More and more, students seem to be using environmental credentials as a key decision-making factor in deciding where to go college. Which schools are doing it best?
Aspiring higher eduction students have all sorts of reasons for picking a college: academic performance, cost of tuition, and alcohol availability among them. But, according to a new survey, one consideration is rising fast amid all the others: environmental performance.
According to the Princeton Review’s latest “Hopes and Worries” survey, which scans the views of 7,445 college-bound students, 68% now say commitment to sustainability impacts their college choice.
The change is coming from high school students making decisions with their feet.
The 16 colleges listed in the Princeton Review’s Green Honor Roll:
• American University
• Arizona State
• College of the Atlantic
• Dickinson
• Georgia Institute of Technology
• Harvard
• Northeastern
• Oregon State
• San Francisco State
• SUNY Binghamton
• UC Santa Cruz
• University of Maine
• University of Washington
• University of Wisconsin–Stevens Point
• Virginia Tech
• Warren Wilson
“That’s very different statement from five years ago, and it would have been almost unheard of 10 years ago,” says Rob Franek, the Princeton Review’s vice president of publishing. “The change is coming from high school students making decisions with their feet because of that sustainability commitment, academic or otherwise.”
In response to the increased interest in sustainability, the Princeton Review has teamed up with the U.S. Green Building Council, to produce a green guide to 320 U.S. colleges, plus two Canadian ones. The choice of schools, from 760 that submitted survey responses, is based on campus environmental initiatives, how deeply the curriculum integrates sustainability, and how well the colleges are preparing students for green jobs.
Questions in the survey cover waste-diversion rates, whether buildings are LEED-certified, if schools offer environmental programs, or have “environmental literacy” requirements, whether they have full-time sustainability officers, and the proportion of energy generated from renewables. The survey even looks at how college endowments invest their money. The guide is more narrative than ranking–though it does single out 16 for special praise (see the sidebar for the full list).
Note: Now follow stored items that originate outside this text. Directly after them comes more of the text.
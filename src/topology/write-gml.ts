// A Topology as GML (Himsholt, "GML: A portable Graph File Format", Universität Passau, 1997),
// the flat form gml.ts reads and the Topology Zoo publishes: `node [ id … label … Latitude …
// Longitude … ]` and `edge [ source … target … ]`. Strings are 7-bit ASCII with `&`, `"` and
// every other character written as HTML entities (as the format asks); ids that are whole
// numbers are written as numbers, any other id as a string. GML has no true/false: flags are
// 1/0. Keys are letters, digits and `_`: an attribute with another name cannot be written, and
// nor can a list of lists (a GeoJSON route), demands, risk group descriptions or the latency
// budget. A map becomes a nested list, a list of plain values a repeated key.

import type { Topology } from './model.js';
import { isLinkField, isNodeField } from './attributes.js';
import { derivedIds, designLosses, Losses, numberText, type Written } from './write-shared.js';

const KEY = /^[A-Za-z_][A-Za-z0-9_]*$/;
/** Whole numbers as a reader of GML writes them back (no sign, no leading zeros, no exponent). */
const WHOLE = /^(0|[1-9][0-9]{0,14})$/;

function gmlString(s: string): string {
  let out = '"';
  for (const ch of s) {
    const c = ch.codePointAt(0)!;
    if (ch === '&') out += '&amp;';
    else if (ch === '"') out += '&quot;';
    else if (c < 0x20 || c >= 0x7f) out += `&#${c};`;
    else out += ch;
  }
  return `${out}"`;
}

const id = (s: string) => (WHOLE.test(s) ? s : gmlString(s));

/** The lines of one `key value`, or undefined (with the reason) when GML cannot hold it. */
function pair(key: string, v: unknown, indent: string, depth = 0): { lines: string[] } | { why: string } {
  if (!KEY.test(key)) return { why: 'a name GML keys cannot have' };
  if (typeof v === 'number') return { lines: [`${indent}${key} ${numberText(v)}`] };
  if (typeof v === 'string') return { lines: [`${indent}${key} ${gmlString(v)}`] };
  if (typeof v === 'boolean') return { lines: [`${indent}${key} ${v ? 1 : 0}`] };
  if (Array.isArray(v)) {
    if (v.length < 2) return { why: 'a list of fewer than two values' };
    const lines: string[] = [];
    for (const x of v) {
      if (Array.isArray(x)) return { why: 'a list of lists' };
      const p = pair(key, x, indent, depth);
      if ('why' in p) return p;
      lines.push(...p.lines);
    }
    return { lines };
  }
  if (v !== null && typeof v === 'object') {
    if (key === 'graph' || depth > 20) return { why: 'a nested graph' };
    const lines = [`${indent}${key} [`];
    for (const [k, x] of Object.entries(v)) {
      if (k === 'graph') return { why: 'a nested graph' };
      const p = pair(k, x, `${indent}  `, depth + 1);
      if ('why' in p) return p;
      lines.push(...p.lines);
    }
    lines.push(`${indent}]`);
    return { lines };
  }
  return { why: 'an empty value' };
}

export function writeGml(t: Topology): Written {
  const losses = new Losses();
  designLosses(t, losses, { metadata: true, name: true });
  const out: string[] = ['graph ['];
  const flagsAsNumbers = new Set<string>();
  const put = (
    key: string,
    v: unknown,
    indent: string,
    what: string,
    written: Set<string>,
    mapped: (k: string) => boolean,
  ) => {
    if (written.has(key.toLowerCase()))
      return void losses.add(`${what} attribute "${key}" (the name of a field netbrace writes)`, what);
    // A repeated key that the reader maps would be refused there.
    if (Array.isArray(v) && mapped(key))
      return void losses.add(`${what} attribute "${key}" (a list under a name netbrace reads)`, what);
    const p = pair(key, v, indent);
    if ('why' in p) return void losses.add(`${what} attribute "${key}" (${p.why})`, what);
    if (typeof v === 'boolean') flagsAsNumbers.add(`${what} attribute "${key}"`);
    written.add(key.toLowerCase());
    out.push(...p.lines);
  };

  // Readers that build simple graphs drop parallel links unless the file says it has them.
  const pairs = new Set(
    t.links.map((l) => (l.source <= l.target ? `${l.source}\u0000${l.target}` : `${l.target}\u0000${l.source}`)),
  );
  if (pairs.size < t.links.length) out.push('  multigraph 1');
  const graphKeys = new Set(['node', 'edge', 'directed', 'multigraph']);
  if (t.name !== undefined) {
    out.push(`  label ${gmlString(t.name)}`);
    graphKeys.add('label');
  }
  if (t.description !== undefined) {
    out.push(`  description ${gmlString(t.description)}`);
    graphKeys.add('description');
  }
  for (const [k, v] of Object.entries(t.metadata)) {
    if (graphKeys.has(k.toLowerCase())) {
      if (!(k === 'label' && v === t.name) && !(k === 'description' && v === t.description))
        losses.add(`design metadata "${k}" (a key GML uses itself)`);
      continue;
    }
    put(k, v, '  ', 'design metadata', graphKeys, () => false);
  }

  for (const n of t.nodes) {
    out.push('  node [', `    id ${id(n.id)}`);
    const written = new Set(['id']);
    const field = (k: string, line: string) => {
      written.add(k.toLowerCase());
      out.push(`    ${line}`);
    };
    if (n.label !== undefined) field('label', `label ${gmlString(n.label)}`);
    if (n.kind !== undefined) {
      field('type', `type ${gmlString(n.kind)}`);
      written.add('kind');
    }
    if (n.lat !== undefined && n.lon !== undefined) {
      field('Latitude', `Latitude ${numberText(n.lat)}`);
      field('Longitude', `Longitude ${numberText(n.lon)}`);
    }
    if (n.hardened) field('hardened', 'hardened 1');
    for (const [k, v] of Object.entries(n.attrs)) put(k, v, '    ', 'node', written, isNodeField);
    out.push('  ]');
  }
  const derived = derivedIds(t);
  t.links.forEach((l, i) => {
    out.push('  edge [');
    const written = new Set(['id', 'source', 'target']);
    if (!derived[i]) out.push(`    id ${id(l.id)}`);
    out.push(`    source ${id(l.source)}`, `    target ${id(l.target)}`);
    const field = (k: string, v: string) => {
      written.add(k.toLowerCase());
      out.push(`    ${k} ${v}`);
    };
    if (l.length !== undefined) field('length_km', numberText(l.length));
    if (l.latency !== undefined) field('latency_ms', numberText(l.latency));
    if (l.capacity !== undefined) field('capacity_gbps', numberText(l.capacity));
    if (l.weight !== undefined) field('weight', numberText(l.weight));
    if (l.riskGroups.length > 0) {
      field('risk_groups', gmlString(l.riskGroups.join(';')));
      if (l.riskGroups.some((g) => g.includes(';')))
        losses.add('risk group ids that hold ";" (split when read back)', 'link');
    }
    if (l.hardened) field('hardened', '1');
    for (const [k, v] of Object.entries(l.attrs))
      put(k, v, '    ', 'link', written, (k) => isLinkField(k) || k === 'id' || k === 'source' || k === 'target');
    out.push('  ]');
  });
  out.push(']', '');
  for (const f of flagsAsNumbers) losses.add(`true/false of ${f} (written as 1/0)`);
  return { text: out.join('\n'), lost: losses.list() };
}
The best integrate sustainability across their community. They don’t treat sustainability as an add-on.
“The best integrate sustainability across their community, how they manage their finances, their academic offerings, and their operations. They don’t treat sustainability as an add-on or extra-credit assignment,” says Rachel Gutter, director of the USGBC’s Center for Green Schools.
“They don’t have an environmental studies major, and call it a day. They are actually looking at how sustainability is woven into every single major and minor.”
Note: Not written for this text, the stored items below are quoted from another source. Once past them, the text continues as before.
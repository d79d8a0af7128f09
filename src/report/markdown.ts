// The report as GitHub-flavoured Markdown: the job summary and the body of the one living PR
// comment. Pure: report in, string out. The order is the story's (story.ts): the verdict in one
// sentence, the caution in one line, then per design what weakened, how much, and the detail
// folded away (chart, removal sequences, structure). Both views have hard size limits on
// GitHub (the summary is refused whole above 1 MiB, a comment above 65,536 characters), so
// both are assembled against a budget: worst designs first, each at the most detail that still
// fits, and a note saying what was left out and where it is. Charts are text: one named row of
// Unicode bars per line, in a code block, since GitHub Markdown allows neither inline SVG nor
// data: images. Ids go into code spans (shown verbatim); other user text is escaped prose.
// No user-controlled text enters Mermaid except the change's neighbourhood graph's labels,
// reduced to letters, digits and ". _ -" (mermaid-map.ts).

import type { Envelope } from '../envelope/types.js';
import { escapeProse, markdownCode, markerValue, oneLine } from './escape.js';
import { repoPath } from './finding-text.js';
import { stableHash } from '../random.js';
import { formatValue, shortRevision, utf8Length } from './format.js';
import { rangesText } from '../gate/split.js';
import {
  challengeLabel,
  configurationNotes,
  contingencyLabel,
  describeNotApplicable,
  kindPlural,
  knownElement,
  knownElements,
  weakestSequences,
  xAxisLabel,
} from './labels.js';
import { changeMapMarkdown, mendMarkdown } from './mermaid-map.js';
import type { FileReport, Report, ReportElement } from './report.js';
import {
  CAUTION_LINE,
  changeSentence,
  costSentence,
  designStories,
  elementSentence,
  modificationSentence,
  policyChangeSentence,
  verdictStory,
  type DesignStory,
  type Sentence,
} from './story.js';
import { MARK } from './vocabulary.js';

/** GitHub refuses a step summary over 1 MiB; stay well below (bytes of UTF-8). */
export const SUMMARY_BUDGET_BYTES = 900 * 1024;
/** GitHub refuses a comment body over 65,536 characters; keep a margin. */
export const COMMENT_BUDGET_CHARS = 60_000;
/** Points per chart line. */
export const CHART_POINTS = 21;

export interface MarkdownOptions {
  /** Shown in the verdict sentence, e.g. the project of a monorepo ("netbrace (metro)"). Plain text. */
  title?: string;
  /** The workflow run, where the artifacts (JSON, SARIF, HTML) can be downloaded. */
  runUrl?: string;
  /** Joined before report paths to make them repository-relative (the working directory). */
  pathPrefix?: string;
  /** Size budget: bytes for the summary, characters for the comment. */
  budget?: number;
  /** Maximum points per chart line. */
  chartPoints?: number;
  /** Artifact files this run wrote (repository-relative names), listed at the end. */
  artifacts?: string[];
  /** Extra lines (plain text) the shell wants the reader to see, e.g. "comment skipped". */
  notes?: string[];
  /** netbrace's README (http or https), which the definitions link to ("Reading the report"). */
  readmeUrl?: string;
}

export interface CommentOptions extends MarkdownOptions {
  /** The comment key (so several jobs keep separate comments). */
  key: string;
}

/** The hidden line that identifies the living comment of one key. */
export function commentMarker(key: string): string {
  return `<!-- netbrace:comment key=${markerValue(key)} -->`;
}

const DIGEST_RE = /<!-- netbrace:digest ([0-9a-f]{16}) -->/;

/** The digest recorded in a comment body by `renderComment`, if any. */
export function commentDigest(body: string): string | undefined {
  return DIGEST_RE.exec(body)?.[1];
}

/**
 * What the comment says, reduced to what matters for "did anything change": verdict,
 * statuses, findings and requirement outcomes — not the commit ids, which change every push.
 */
export function reportDigest(report: Report): string {
  const essence = {
    verdict: report.verdict,
    policyChanged: report.policy.changed ?? false,
    files: [...report.files]
      .sort((a, b) => (a.path < b.path ? -1 : a.path > b.path ? 1 : 0))
      .map((f) => ({
        path: f.path,
        status: f.status,
        findings: f.findings.map((x) => [x.rule, x.severity, x.message, x.line]),
        requirements: f.requirements.map((r) => [r.id, r.status, r.head === null ? null : Number(r.head.toFixed(3))]),
      })),
  };
  return stableHash(JSON.stringify(essence));
}

/** The job summary (GITHUB_STEP_SUMMARY), within `budget` UTF-8 bytes (default ~900 KiB). */
export function renderSummary(report: Report, options: MarkdownOptions = {}): string {
  return assemble(report, options, {
    budget: options.budget ?? SUMMARY_BUDGET_BYTES,
    measure: utf8Length,
    itemsFull: 200,
    itemsCompact: 20,
    charts: Number.MAX_SAFE_INTEGER,
    prefix: '',
    chartPoints: options.chartPoints ?? CHART_POINTS,
    envelopesPerDesign: 4,
    sequences: 6,
    chain: 12,
    structure: true,
    map: true,
  });
}

/** The PR comment body, with its hidden marker, under 65,536 characters (default 60,000). */
export function renderComment(report: Report, options: CommentOptions): string {
  const prefix = `${commentMarker(options.key)}\n<!-- netbrace:digest ${reportDigest(report)} -->\n`;
  return assemble(report, options, {
    budget: Math.min(options.budget ?? COMMENT_BUDGET_CHARS, 65_000),
    measure: (s) => s.length,
    itemsFull: 25,
    itemsCompact: 5,
    charts: 3,
    prefix,
    chartPoints: options.chartPoints ?? CHART_POINTS,
    envelopesPerDesign: 1,
    sequences: 1,
    chain: 5,
    structure: false,
    map: false,
  });
}

interface Layout {
  budget: number;
  measure: (s: string) => number;
  /** Consequences listed per design at full and at compact detail. */
  itemsFull: number;
  itemsCompact: number;
  /** How many designs get a chart at full detail. */
  charts: number;
  prefix: string;
  chartPoints: number;
  /** Envelopes charted per design at full detail. */
  envelopesPerDesign: number;
  /** Removal sequences listed per design at full detail. */
  sequences: number;
  /** Elements named per removal sequence before "… N more". */
  chain: number;
  /** The structure table (sites, links, bridges, cut sites at base and head). */
  structure: boolean;
  /** The Mermaid neighbourhood of the change (the mend line is always given). */
  map: boolean;
}

type Detail = 'full' | 'compact';

/* ------------------------------------------------------------------ Markdown of a sentence */

/**
 * A sentence as Markdown: ids and code in code spans (user text never leaves them), the rest
 * escaped prose. Text with a backtick of its own goes into a code span too, so that a line
 * never holds an escaped backtick beside a code span that a lenient reader could pair it with.
 */
function md(s: Sentence, max = 600): string {
  return s
    .map((x) =>
      x.kind === 'text' && !(x.user && x.text.includes('`'))
        ? escapeProse(x.text, max)
        : markdownCode(x.text, x.kind === 'text' ? max : 160),
    )
    .join('');
}

function mdElement(e: ReportElement): string {
  return md(elementSentence(e));
}

function definitionsUrl(options: MarkdownOptions): string | undefined {
  const url = options.readmeUrl;
  return url && /^https?:\/\/[^\s<>()]+$/.test(url) ? `${url.replace(/#.*$/, '')}#reading-the-report` : undefined;
}

/* ------------------------------------------------------------------ the whole view */

function assemble(report: Report, options: MarkdownOptions, layout: Layout): string {
  const path = (p: string) => repoPath(options.pathPrefix, p);
  const stories = designStories(report);
  const head = layout.prefix + header(report, options);
  if (report.part) return fit(head + partBody(stories, path) + footer(report, options, ''), layout);
  let body = '';
  let used = layout.measure(head);
  let charts = 0;
  let omitted: DesignStory[] = [];
  const reserve = 4096; // the end, the note on what was left out (at most 10 names) and a margin
  const footerSize = layout.measure(footer(report, options, ''));
  for (const s of stories) {
    if (omitted.length > 0) {
      omitted.push(s);
      continue;
    }
    let placed = false;
    for (const detail of ['full', 'compact'] as Detail[]) {
      const chart = detail === 'full' && charts < layout.charts;
      const section = designSection(s, detail, layout, path, chart, options);
      const size = layout.measure(section);
      if (used + size + reserve + footerSize <= layout.budget) {
        body += section;
        used += size;
        if (chart && s.file.head?.envelopes.length) charts++;
        placed = true;
        break;
      }
    }
    if (!placed) omitted = [s];
  }
  let note = '';
  if (omitted.length > 0) {
    const n = omitted.length;
    const list = omitted
      .slice(0, 10)
      .map((s) => `- ${s.mark} ${s.statusWord} \u00b7 ${markdownCode(path(s.file.path), 200)}`)
      .join('\n');
    note = `${MARK.notice} ${n} more design${n === 1 ? '' : 's'} (the least severe) did not fit within GitHub\u2019s size limit for this view; every finding is in the JSON report and the SARIF file:\n\n${list}${n > 10 ? `\n- \u2026 ${n - 10} more` : ''}\n\n`;
  }
  return fit(head + body + footer(report, options, note), layout);
}

/** The text itself when it fits (the reserve covers the end); a pathological title or notes list is cut. */
function fit(text: string, layout: Layout): string {
  if (layout.measure(text) <= layout.budget) return text;
  const tail = '\n\n\u2026 (cut to fit GitHub\u2019s size limit; the JSON report has everything)\n';
  let lo = 0;
  let hi = text.length;
  while (lo < hi) {
    const mid = Math.ceil((lo + hi) / 2);
    if (layout.measure(text.slice(0, mid) + tail) <= layout.budget) lo = mid;
    else hi = mid - 1;
  }
  // Never cut inside a surrogate pair.
  let cut = lo;
  if (cut > 0 && /[\uD800-\uDBFF]/.test(text[cut - 1] ?? '')) cut--;
  return text.slice(0, cut) + tail;
}

function header(report: Report, options: MarkdownOptions): string {
  const verdict = verdictStory(report, options.title ? oneLine(options.title, 120) : undefined);
  let text = `## ${verdict.mark} ${md(verdict.sentence, 400)}\n\n${escapeProse(CAUTION_LINE)}\n\n`;
  const facts: string[] = [`${report.mode} mode`];
  if (report.policy.source === 'builtin') facts.push('built-in default policy (no policy file)');
  else
    facts.push(
      `policy ${markdownCode(report.policy.path ?? '?')}${report.policy.revision ? ` at ${rev(report.policy.revision)}` : ''}`,
    );
  if (report.base && report.head) facts.push(`base ${rev(report.base)} \u2192 head ${rev(report.head)}`);
  else if (report.head) facts.push(`head ${rev(report.head)}, thresholds only (no base)`);
  facts.push(`seed ${report.seed}`);
  if (report.scope === 'all') facts.push('every design, thresholds only');
  if (report.part) facts.push(`part ${report.part.index} of ${report.part.total}`);
  if (report.parts) facts.push(`joined parts ${report.parts.joined.join(', ')} of ${report.parts.total}`);
  facts.push(`netbrace ${escapeProse(report.tool.version, 40)}`);
  text += `${facts.join(' \u00b7 ')}\n\n`;
  const policy = policyChangeSentence(report);
  if (policy) text += `${MARK.warn} ${md(policy, 1200)}\n\n`;
  else if (report.policy.note)
    text += `${MARK.notice} Policy: ${escapeProse(report.policy.note.replace(/\.\s*$/, ''), 600)}.\n\n`;
  for (const n of configurationNotes(report).filter((x) => x.file !== report.policy.path)) {
    text += `${n.weakens ? MARK.fail : MARK.notice} Settings: ${escapeProse(n.text, 600)}.\n\n`;
  }
  for (const n of options.notes ?? []) text += `${MARK.notice} Note: ${escapeProse(n, 500)}\n\n`;
  for (const d of report.split ?? []) {
    text += `${MARK.notice} ${markdownCode(d.path)} is split across the parts: this part ran realizations ${escapeProse(rangesText(d), 200)} of ${d.realizations}, and the join judges it.\n\n`;
  }
  if (report.files.length === 0)
    text += 'No design file changed between base and head, so there is nothing to judge.\n\n';
  return text;
}

function rev(sha: string): string {
  return markdownCode(shortRevision(sha), 60);
}

/** A part's summary: one line per design; the joined summary carries the detail, once. */
function partBody(stories: DesignStory[], path: (p: string) => string): string {
  if (!stories.length) return '';
  const lines = stories
    .slice(0, 500)
    .map(
      (s) =>
        `- ${s.mark} ${s.statusWord} \u00b7 ${markdownCode(path(s.file.path), 200)}: ${escapeProse(s.headline, 300)}`,
    );
  const more = stories.length > 500 ? `\n- \u2026 ${stories.length - 500} more` : '';
  return `${lines.join('\n')}${more}\n\nThis part\u2019s designs in one line each; the joined summary tells what weakened and how much.\n\n`;
}

/* ------------------------------------------------------------------ one design */

const OUTCOME_WORD: Record<'fail' | 'warn' | 'notice', string> = { fail: 'fails', warn: 'warns', notice: 'note' };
Franek reckons colleges that don’t pay attention to sustainability run the risk of losing students to competitors. “Schools that are not endorsing sustainable initiatives really need to listen to their student consumers,” he says.
But even the best still have a lot of room for improvement, says Gutter. “There aren’t any schools that are climate neutral, or that make more energy than they take from the grid, that have a closed-loop water system, or that graduate 100% who are sustainability-literate. They’ve all a long way to go, and there’s a moment for humility in that.”